The case was a double homicide in Dec 2023. We selected this case because it had additional evidence available from biological fluids (blood) that we suspected would be single source and therefore interpretable with NGS. We tested samples first with CE and then an additional set of samples with NGS and presented the aSTRs, YSTRs and iSNPS with statistics in court.
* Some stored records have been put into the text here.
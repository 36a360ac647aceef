import type { TextileSettings } from '../../../shared/domain/textile/types'
import { json, type Work } from '../client'

const columns = ['id', 'name', 'zone', 'settings', 'revision'] as const

export function findWorkroom(db: Work, workroom: string) {
  return db.selectFrom('workroom').select(columns).where('id', '=', workroom).executeTakeFirst()
}

export function updateWorkroomAt(
  db: Work,
  workroom: string,
  base: number,
  fields: { readonly name: string; readonly zone: string; readonly settings: TextileSettings },
) {
  return db
    .updateTable('workroom')
    .set({ ...fields, settings: json(fields.settings), revision: base + 1 })
    .where('id', '=', workroom)
    .where('revision', '=', base)
    .returning(columns)
    .executeTakeFirst()
}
Using the iSNPs was a big deal because this was the first time SNP to SNP comparisons were presented for identification in a criminal court case.
We had a team of experts present at the admissibility hearing; Bruce Budowle laid the foundation of the science and the evolution of DNA testing; Meredith Turnbough covered the details of the MiSeq FGx and ForenSeq DNA Signature Prep Kit and what happens at a molecular level; I covered the validation data and procedures developed in the lab; and Brooke Ramirez presented the data and results from the case evidence. The admissibility was successful and the accused was convicted of two counts of murder.
7. What advice or recommendation would you give other labs?
a. Develop a core team early in the project that includes analysts, stakeholders, vendors, and outside experts as needed
b. Gain buy in early from your team and management. This project takes time and time away from cases so everyone needs to be understanding.
c. Know the benefits up front and use those to sell the project to your leadership and team members
d. Look at ALL the applications. So many people are only focusing on FIGG but this can be used in your everyday casework as well. This is especially important if you want to use grant funding to fund the project.
e. Do the validation yourself or choose a hybrid method with the vendor, I would not recommend having someone else do the whole validation. Though time consuming and challenging, this is where your understanding of the system, kit, and process will grow deeper to help you mentor and train others and help you present this in court.
f. Reach out to others that have completed this. Do not reinvent the wheel or get stuck and think there is no one to help- there is!
8. What would you say to other labs considering validating and implementing NGS for HID casework?
Do it now and stop waiting! There is a strong support system in this field with experts on hand waiting and wanting to help. I believe this technology improves our current testing capabilities and can provide more investigative information to solve more cases faster. I believe all crime labs can benefit from implementing NGS in some fashion. There are numerous applications and ways to integrate it into a lab’s current workflow. The process will still be overwhelming at times and you will still face challenges, but there is light at the end of the tunnel and now a clear path to follow from beginning to end.